COPD as the New Normal, a Caregiver's Plea


The next time your loved one annoys you with the nagging about your smoking, take a moment to fast forward in time before you impatiently snap and tell that person to mind their own business.

Take a moment to consider who you will rely upon to help with the simplest of everyday tasks. Who will you call in the middle of the night or first thing in the morning when your shortness of breath causes anxiety ridden panic?  To whom will you vent when your doctor sends you home with an arsonal of inhalers, supplemental oxygen, anti-anxiety medication, and a pat on the shoulder? Who will you cry with when it fully sinks in that you will be tethered to an oxygen tank and there is no magic pill to fix it? Where will you go when you fear being left alone, can no longer drive and totally lose your independence? Which of your children will be the one with the brunt of the responsibility, who loves you dearly yet silently simmers with guilt ridden anger over this unwelcome disruption in their own busy lives? How will your loved ones handle the additional burden on their own busy schedules while maintaining their health and marital relationships?

COPD, chronic obstructive pulmonary disease, is the fourth major cause of death in the USA.
The early symptoms of chronic obstructive pulmonary disease (COPD) may be confused with asthma or acute bronchitis. They have common symptoms that many people may have felt at one time or another.
But, while the symptoms of a cold or acute bronchitis usually go away in a few days or weeks, COPD symptoms last a long time. They can make you feel as though there was a heavy weight on your chest that just won't let up.
People with COPD may experience:
  • Chest tightness
  • Shortness of breath, especially during activity
  • Persistent cough
  • Excessive mucus (phlegm)
  • Wheezing, whistling, or squeaking when you breathe
  • Trouble keeping up with your normal activities
  • Lung infections more than once a year
 When you have COPD associated with chronic bronchitis, your airways are both inflamed and constricted. The inflammation produces extra-thick mucus and narrows your airways, making it difficult to breathe. Most of the time, this is the result of a long history of smoking or breathing in other irritants such as pollutants, dust, or chemicals.

 To understand COPD it is necessary to know how the lungs work. When you breathe in, the air goes down your windpipe into tubes in your lungs - these tubes are called bronchial tubes or airways. The airways look like upside down trees or broccoli, with several branches. At the end of the branches are tiny air sacs called alveoli.
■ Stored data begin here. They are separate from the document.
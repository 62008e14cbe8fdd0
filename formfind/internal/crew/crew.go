// Package crew shares the parts of a pass over arrays among goroutines.
//
// Which goroutine works on which part is left to chance; results must not depend
// on it. So parts are cut by the data alone, every number is written by one part,
// and sums are formed part by part and added in the order of the parts.
package crew

import (
	"runtime"
	"sync/atomic"
)

// spins is how often a goroutine without work looks for some before it sleeps,
// some ten microseconds: waking it takes longer than many a pass.
const spins = 10_000

// Crew works on the parts of one job at a time. The zero value and nil work alone.
// It must be dismissed when it is not needed any more, and is itself not safe for
// concurrent use.
//
// Nobody waits for a helper that has not taken a part: on a busy machine it may come
// late, and then finds another job, or none.
//
// Everybody begins with a share of the parts that is the same for jobs of as many
// parts, so that the arrays worked on stay in the caches near by, and then helps
// out with what others have left.
type Crew struct {
	shares []share      // the caller's first
	done   atomic.Int32 // parts that are finished
	parts  int          // of the job: neither this nor the next changes before all are finished
	job    func(part int)

	helpers []helper
	over    atomic.Bool
	waiting atomic.Bool // the one who called Run sleeps until all parts are finished
	ready   chan struct{}
}

// share is a run of parts that one of the crew begins with.
type share struct {
	left atomic.Int32 // that nobody has taken yet
	_    [60]byte     // a cache line of its own
}

type helper struct {
	asleep atomic.Bool
	wake   chan struct{}
}

// New hires so many goroutines, the caller counted, or fewer where the program may
// not use as many processors.
func New(hands int) *Crew {
	hands = min(hands, runtime.GOMAXPROCS(0))
	if hands <= 1 {
		return &Crew{}
	}
	c := &Crew{shares: make([]share, hands), helpers: make([]helper, hands-1), ready: make(chan struct{}, 1)}
	for i := range c.helpers {
		h := &c.helpers[i]
		h.wake = make(chan struct{}, 1)
		go c.help(h, i+1)
	}
	return c
}

// Dismiss lets the goroutines go.
func (c *Crew) Dismiss() {
	if c == nil {
		return
	}
	c.over.Store(true)
	c.rouse()
	c.helpers = nil
}

// Run calls job for each of the parts 0 to parts−1.
func (c *Crew) Run(parts int, job func(part int)) {
	if c == nil || len(c.helpers) == 0 || parts < 2 {
		for k := range parts {
			job(k)
		}
		return
	}
	c.job, c.parts = job, parts
	c.done.Store(0)
	for k := range c.shares {
		c.shares[k].left.Store(int32(c.from(k+1) - c.from(k)))
	}
	c.rouse()
	for c.take(0) {
	}
	for k := 0; int(c.done.Load()) != parts; k++ {
		if k < spins {
			continue
		}
		c.waiting.Store(true)
		if int(c.done.Load()) != parts || !c.waiting.CompareAndSwap(true, false) {
			<-c.ready // perhaps for a job long over: look again
		}
	}
}

// rouse wakes the helpers that sleep.
func (c *Crew) rouse() {
	for i := range c.helpers {
		h := &c.helpers[i]
		if h.asleep.Load() && h.asleep.CompareAndSwap(true, false) {
			h.wake <- struct{}{}
		}
	}
}

// from is the first part of share k.
func (c *Crew) from(k int) int { return k * c.parts / len(c.shares) }

// take works on one part of the job at hand, of share first if there is one; false
// when none is left.
func (c *Crew) take(first int) bool {
	for i := range c.shares {
		k := first + i
		if k >= len(c.shares) {
			k -= len(c.shares)
		}
		left := &c.shares[k].left
		for n := left.Load(); n > 0; n = left.Load() {
			if !left.CompareAndSwap(n, n-1) {
				continue
			}
			// From here to the end of the part the job cannot change.
			parts := c.parts
			// Down from the end, unlike someone alone: what depends on the order
			// then shows on a single processor too.
			c.job(c.from(k) + int(n) - 1)
			if int(c.done.Add(1)) == parts && c.waiting.Load() && c.waiting.CompareAndSwap(true, false) {
				c.ready <- struct{}{}
			}
			return true
		}
	}
	return false
}

// idle reports whether no part is left to take.
func (c *Crew) idle() bool {
	for k := range c.shares {
		if c.shares[k].left.Load() > 0 {
			return false
		}
	}
	return true
}

func (c *Crew) help(h *helper, first int) {
	for {
		for k := 0; k < spins; k++ {
			if c.take(first) {
				k = 0
			}
		}
		h.asleep.Store(true)
		if c.over.Load() {
			return
		}
		if !c.idle() && h.asleep.CompareAndSwap(true, false) {
			continue
		}
		<-h.wake
	}
}
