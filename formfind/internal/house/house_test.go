package house

import (
	"go/parser"
	"go/token"
	"io/fs"
	"os"
	"path/filepath"
	"slices"
	"strconv"
	"strings"
	"testing"

	"github.com/stretchr/testify/require"
)

const module = "anticlast"

// may is the table of who may import what of ours, kept in step with the map
// in DEVELOPERS.md. A trailing /… stands for everything below. Imports of tests
// are free.
var may = map[string][]string{
	"formfind/canopy":          {},
	"formfind/engine":          {"formfind/canopy"},
	"formfind/element":         {},
	"formfind/surface":         {"formfind/canopy"},
	"formfind/outline":         {"formfind/canopy"},
	"formfind/spec":            {"formfind/canopy", "formfind/outline"},
	"formfind/formfile":        {"formfind/canopy"},
	"formfind/mesh":            {"formfind/canopy"},
	"formfind/load":            {"formfind/canopy", "formfind/surface"},
	"formfind/relax":           {"formfind/canopy", "formfind/engine", "formfind/element", "formfind/internal/crew"},
	"formfind/newton":          {"formfind/canopy", "formfind/engine", "formfind/element", "formfind/internal/crew", "formfind/internal/mixing", "fdm/sparse"},
	"formfind/audit":           {"formfind/canopy", "formfind/surface", "fdm/sparse"},
	"formfind/limit":           {"formfind/canopy", "formfind/surface"},
	"formfind/internal/cases":  {"formfind/canopy"},
	"formfind/internal/crew":   {},
	"formfind/internal/mixing": {},
	"formfind/internal/sweep":  {},
	"formfind/internal/house":  {},
	"formfind":                 {"formfind/…", "fdm"},
	"fdm":                      {"fdm/sparse"},
	"fdm/sparse":               {"fdm/sparse/…"},
	"export":                   {"formfind/…", "export/…"},
	"cmd/anticlast":            {"…"},
	"examples":                 {},
}

func root(t *testing.T) string {
	t.Helper()
	dir, err := filepath.Abs(".")
	require.NoError(t, err)
	for {
		if _, err := os.Stat(filepath.Join(dir, "go.mod")); err == nil {
			return dir
		}
		up := filepath.Dir(dir)
		require.NotEqual(t, up, dir, "no go.mod above the test")
		dir = up
	}
}

func allowed(list []string, what string) bool {
	return slices.ContainsFunc(list, func(a string) bool {
		if base, all := strings.CutSuffix(a, "…"); all {
			return strings.HasPrefix(what+"/", base)
		}
		return a == what
	})
}

// ruleOf returns what pkg may import: its own row or that of the folder above.
func ruleOf(pkg string) ([]string, bool) {
	for p := pkg; p != "."; p = filepath.Dir(p) {
		if r, ok := may[p]; ok {
			return append(slices.Clone(r), p+"/…", p), true
		}
	}
	return nil, false
}

func TestImportsFollowTheTable(t *testing.T) {
	top := root(t)
	seen := 0
	err := filepath.WalkDir(top, func(path string, d fs.DirEntry, err error) error {
		if err != nil {
			return err
		}
		name := d.Name()
		if d.IsDir() && (strings.HasPrefix(name, ".") || name == "testdata" || name == "node_modules") && path != top {
			return fs.SkipDir
		}
		if d.IsDir() || !strings.HasSuffix(name, ".go") || strings.HasSuffix(name, "_test.go") {
			return nil
		}
		rel, err := filepath.Rel(top, filepath.Dir(path))
		require.NoError(t, err)
		pkg := filepath.ToSlash(rel)
		rule, ok := ruleOf(pkg)
		require.True(t, ok, "package %s is not in the table; add a row, and a line in DEVELOPERS.md", pkg)
		f, err := parser.ParseFile(token.NewFileSet(), path, nil, parser.ImportsOnly)
		require.NoError(t, err)
		for _, i := range f.Imports {
			p, err := strconv.Unquote(i.Path.Value)
			require.NoError(t, err)
			if ours, is := strings.CutPrefix(p, module+"/"); is && !allowed(rule, ours) {
				t.Errorf("%s imports %s, which the table does not allow", pkg+"/"+name, ours)
			}
			if p == "C" {
				t.Errorf("%s uses cgo", pkg+"/"+name)
			}
			seen++
		}
		return nil
	})
	require.NoError(t, err)
	require.Greater(t, seen, 50)
}

func TestTopLevelHoldsExactlyWhatWasAgreed(t *testing.T) {
	want := []string{"DEVELOPERS.md", "README.md", "SAFETY.md", "cmd", "examples", "export", "fdm", "formfind", "go.mod", "go.sum", "testdata"}
	entries, err := os.ReadDir(root(t))
	require.NoError(t, err)
	var got []string
	for _, e := range entries {
		if !strings.HasPrefix(e.Name(), ".") && e.Name() != module { // a built binary is ignored
			got = append(got, e.Name())
		}
	}
	require.Equal(t, want, got)
}
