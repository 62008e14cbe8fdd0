// Package house holds the tests that keep the house in order: who may import
// whom, what the top level holds, words that must not be in the repository.
package house
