"""What every standard candle offers, and which one a kind of target gets."""

from __future__ import annotations

from dataclasses import dataclass, field
from typing import Protocol

from reduce.candles.assumptions import Assumptions
from reduce.records import Estimate, LightCurve, Target, TargetKind


class Candle(Protocol):
    """Turns a light curve into an estimate of the distance modulus."""

    def fit(self, curve: LightCurve, target: Target) -> Estimate:
        """Estimate from all points at once; a running estimate refits them all."""
        ...


@dataclass(frozen=True, slots=True)
class TypeIa:
    """Type Ia supernovae by decline rate."""

    assumptions: Assumptions = field(default_factory=Assumptions)

    def fit(self, curve: LightCurve, target: Target) -> Estimate:
        """See `reduce.candles.type_ia.fit`."""
        from reduce.candles import type_ia  # here, because it brings scipy

        return type_ia.fit(curve, target, self.assumptions)


@dataclass(frozen=True, slots=True)
class Cepheid:
    """Classical Cepheids by period and luminosity."""

    def fit(self, curve: LightCurve, target: Target) -> Estimate:
        """See `reduce.candles.cepheid.fit`."""
        from reduce.candles import cepheid

        return cepheid.fit(curve, target)


@dataclass(frozen=True, slots=True)
class RRLyrae:
    """RR Lyrae stars by metallicity and luminosity."""

    def fit(self, curve: LightCurve, target: Target) -> Estimate:
        """See `reduce.candles.rr_lyrae.fit`."""
        from reduce.candles import rr_lyrae

        return rr_lyrae.fit(curve, target)


@dataclass(frozen=True, slots=True)
class NoRelation:
    """A kind whose distance relation is not there."""

    kind: TargetKind

    def fit(self, curve: LightCurve, target: Target) -> Estimate:
        """An estimate that says so."""
        return Estimate(
            target=target.name, kind=self.kind, mu=None, mu_err=None, mu_err_fit=None,
            t_max=None, t_max_err=None, dm15=None, dm15_err=None, e_host=None, e_host_err=None,
            chi2=None, n=0, verdict="no distance relation for this kind yet", scale="",
        )  # fmt: skip


def candle_for(kind: TargetKind, assumptions: Assumptions | None = None) -> Candle:
    """The candle of a kind of target; ``assumptions`` are those of type Ia."""
    by_kind: dict[TargetKind, Candle] = {"cepheid": Cepheid(), "rr_lyrae": RRLyrae()}
    if kind == "type_ia":
        return TypeIa(assumptions or Assumptions())
    return by_kind.get(kind) or NoRelation(kind)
The airways and alveoli are flexible (elastic). When you breathe in they fill up with air like a balloon, when you breath out they deflate. Over time irreversible damage is done to the lungs and it becomes harder to get air into and out of the lungs.
Free radicals are produced through normal metabolism in the body, but with exposure  to the toxic chemicals in cigarettes free radicals steal healthy electrons from the lining of the lungs, thereby oxidizing lung tissue. When lung tissue is oxidized, cells break down and die.

  • The airways and alveoli become less elastic
  • The walls between many of the alveoli are destroyed
  • The walls of the airways swell up (they become inflamed)
  • The airways become clogged up with excess mucus
  • The walls between many alveoli are damaged when a patient has emphysema. This causes them to lose their shape and become floppy. As the walls become totally destroyed, the patient ends up with a few large alveoli instead of many small ones
  • In chronic obstructive bronchitis, the patient's airway lining is permanently irritated and inflamed. The lining consequently thickens. Thick mucus builds up in the airways, making it harder for the patient to breathe.
  • The majority of COPD patients suffer from both chronic obstructive bronchitis and emphysema. In such cases the term COPD is more accurate.
 If you're 40 or older with a history of smoking and have any of these symptoms for more than a few weeks, it's time to talk to your doctor about taking a breathing test for COPD. It's called spirometry and it measures the breathing capacity of the lungs.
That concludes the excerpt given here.